Chern-Schwartz-MacPherson classes in the point of view of Obstruction Theory and Lipschitz framework

TL;DR

This paper revisits the obstruction-theoretic approach to defining Chern-Schwartz-MacPherson classes, demonstrating a simplified construction within the Lipschitz framework that enhances understanding of singular varieties.

Contribution

It introduces a streamlined method for defining Chern classes of complex analytic varieties using obstruction theory in the Lipschitz setting, reviving and simplifying Schwartz's original ideas.

Findings

Simplified construction of Chern classes in Lipschitz framework

Reinterpretation of Schwartz's obstruction theory approach

Enhanced understanding of singular varieties' characteristic classes

Abstract

Since Chern and Grothendieck, Chern's characteristic class theory has made significant progress. In particular with regard to the classes of singular varieties.
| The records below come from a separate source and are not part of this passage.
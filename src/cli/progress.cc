// SPDX-License-Identifier: MIT
#include "cli/progress.h"

#include <unistd.h>

#include <cstdio>

#include <fmt/format.h>

namespace sevenfold::cli {

namespace {
// Draw only after this long: short runs stay silent.
constexpr std::chrono::milliseconds kQuietStart{500};
// Redraw at most this often.
constexpr std::chrono::milliseconds kRedrawInterval{100};
constexpr int kBarWidth = 30;
}  // namespace

ProgressBar::ProgressBar(std::string label, bool quiet)
    : label_(std::move(label)),
      enabled_(!quiet && isatty(STDERR_FILENO) == 1),
      start_(std::chrono::steady_clock::now()),
      last_draw_(start_) {}

std::function<void(int, int)> ProgressBar::Callback() {
  return [this](int num_done, int num_total) { Update(num_done, num_total); };
}

void ProgressBar::Update(int num_done, int num_total) {
  if (!enabled_ || num_total <= 0) return;
  std::lock_guard<std::mutex> lock(mutex_);
  const auto now = std::chrono::steady_clock::now();
  if (now - start_ < kQuietStart) return;
  if (drawn_ && now - last_draw_ < kRedrawInterval && num_done < num_total) return;
  last_draw_ = now;
  drawn_ = true;
  const double elapsed_s = std::chrono::duration<double>(now - start_).count();
  const double rate = num_done / elapsed_s;
  const double left_s = rate > 0 ? (num_total - num_done) / rate : 0.0;
  const int filled = num_done * kBarWidth / num_total;
  std::fprintf(stderr, "\r%s [%s%s] %d/%d species  %.0f/s  %.0f s left ", label_.c_str(),
               std::string(filled, '#').c_str(), std::string(kBarWidth - filled, '.').c_str(),
               num_done, num_total, rate, left_s);
  std::fflush(stderr);
}

void ProgressBar::Finish() {
  std::lock_guard<std::mutex> lock(mutex_);
  if (drawn_) std::fprintf(stderr, "\r%*s\r", 80, "");
  drawn_ = false;
}

}  // namespace sevenfold::cli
Conjectured by Grothendieck and Deligne and demonstrated by MacPherson, Chern classes of singular varieties have been defined in several ways, such as using polar varieties, Lagrangian theory... However, the initial definition using obstruction theory, due to Marie-H\'el\`ene Schwartz, has been forgotten. Despite the simple ideas that enabled the obstruction definition, their implementation using Whitney stratifications requires delicate and technical constructions. In the present article, we show that in the Lipschitz framework, the ideas of Marie-H\'el\`ene Schwartz lead to a simplified definition and construction of Chern classes of complex analytic varieties.